Five different types of endovascular devices were used (Najuta, Kawasumi Laboratories, Inc., Tokyo, Japan: n = 66; TAG, W.L. Gore & Associates, Inc., AZ, USA: n = 20; Relay, Bolton Medical, Inc., FL, USA: n = 20; Talent/Valiant, Medtronic, MN, USA: n = 30; Zenith, Cook Medical, IN, USA: n = 47). Angiotensin receptor blocker was more often used in patient receiving non-Najuta devices (Najuta: 27.3% vs. non-Najuta: 43.6%, p = 0.039). Patients treated from aortic arch were more often observed in patients receiving Najuta (Najuta: 89.4% vs. non-Najuta: 41.0%, p < 0.001), and the treatment index was longer in patients receiving Najuta (Najuta: 1.38 ± 0.340 vs. non-Najuta: 1.20 ± 0.350, p = 0.001) (Table 1).

TABLE 1

Table 1. Demographics of the patients included in the study.
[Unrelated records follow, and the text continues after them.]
export type ReleaseQuery = { __typename?: 'Query', release: { __typename?: 'Release', id: string, number: number, note: string, createdAt: string, createdBy: { __typename?: 'User', id: string, displayName: string }, segments: Array<{ __typename?: 'ReleasedSegment', id: string, name: string, startKm: number, endKm: number }>, sites: Array<{ __typename?: 'ReleasedSite', id: string, name: string, kind: SiteKind, latitude: number, longitude: number, alongStrikeKm: number, segment?: { __typename?: 'ReleasedSegment', id: string, name: string } | null, units: Array<{ __typename?: 'ReleasedUnit', id: string }>, eventHorizons: Array<{ __typename?: 'ReleasedEventHorizon', id: string }>, samples: Array<{ __typename?: 'ReleasedSample', id: string }> }> } };

export type ReleaseDiffQueryVariables = Exact<{
  fromId: Scalars['ID']['input'];
  toId: Scalars['ID']['input'];
}>;


export type ReleaseDiffQuery = { __typename?: 'Query', releaseDiff: { __typename?: 'ReleaseDiff', from: { __typename?: 'Release', id: string, number: number }, to: { __typename?: 'Release', id: string, number: number }, changes: Array<{ __typename?: 'ReleaseChange', objectType: string, objectId: string, label: string, change: string }> } };

export type CreateReleaseMutationVariables = Exact<{
  input: CreateReleaseInput;
}>;


export type CreateReleaseMutation = { __typename?: 'Mutation', createRelease: { __typename?: 'Release', id: string, number: number } };

export type CreateSampleMutationVariables = Exact<{
  input: CreateSampleInput;
}>;


export type CreateSampleMutation = { __typename?: 'Mutation', createSample: { __typename?: 'Sample', id: string } };

export type UpdateSampleMutationVariables = Exact<{
  id: Scalars['ID']['input'];
  version: Scalars['Int']['input'];
  input: UpdateSampleInput;
}>;


export type UpdateSampleMutation = { __typename?: 'Mutation', updateSample: { __typename?: 'Sample', id: string, version: number } };

export type DeleteSampleMutationVariables = Exact<{
  id: Scalars['ID']['input'];
}>;


export type DeleteSampleMutation = { __typename?: 'Mutation', deleteSample: boolean };

export type SiteQueryVariables = Exact<{
  id: Scalars['ID']['input'];
}>;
There was no significant change in PWV in patients receiving Najuta (Before: 2,040 ± 346.8 cm/s vs. After: 2,084 ± 390.5 cm/s, p = 0.14, n = 66) (Figure 1A). However, a significant increase was observed in patients receiving non-Najuta devices (Before: 2,058 ± 422.1 cm/s vs. After: 2,263 ± 462.8 cm/s, p < 0.001) (Figure 1B). Mean values of difference in PWV for Najuta and non-Najuta were 44 ± 322.0 cm/s (95% CI −35.3 to 123.0) and 204 ± 315.1 cm/s (95% CI 146.7 to 262.1), respectively (Table 2). Individual analysis for each of the non-Najuta devices also showed a significant increase in PWV after surgery: TAG (Before: 2,090 ± 485.9 cm/s vs. After: 2,300 ± 512.1 cm/s, p = 0.025, n = 20), Relay (Before: 2,102 ± 465.3 cm/s vs. After: 2,206 ± 444.4 cm/s, p = 0.004, n = 20), Valiant (Before: 1,696 ± 330.2 cm/s vs. After: 2,186 ± 378.7 cm/s, p < 0.001, n = 30), and Zenith (Before: 2,084 ± 431.7 cm/s vs. After: 2,321 ± 500.6 cm/s, p < 0.001, n = 47). Mean values of difference in PWV for TAG, Relay, Valiant, and Zenith were 210 ± 447.6 cm/s, 104 ± 157.0 cm/s, 217 ± 345.3 cm/s, and 237 ± 276.9 cm/s, respectively (Figures 2A–D; Table 2).

FIGURE 1

Figure 1. Box and Whisker plot for pulse wave velocity before and after surgery for patients receiving Najuta device (A) and non-Najuta device (B). There was no significant difference in pulse wave velocity in patients receiving Najuta device (A). There was a significant increase in pulse wave velocity in patients receiving non-Najuta devices (B). Whisker shows 5–95 percentile range and + shows the mean value.

TABLE 2

Table 2. Changes in pulse wave velocity after surgery for each device.

FIGURE 2

Figure 2. Box and Whisker plot for pulse wave velocity before and after surgery for patients receiving non-Najuta devices. There was a significant difference in pulse wave velocity in patients receiving TAG (A), Relay (B), Valiant (C), and Zenith (D). Whisker shows 5–95 percentile range and + shows the mean value.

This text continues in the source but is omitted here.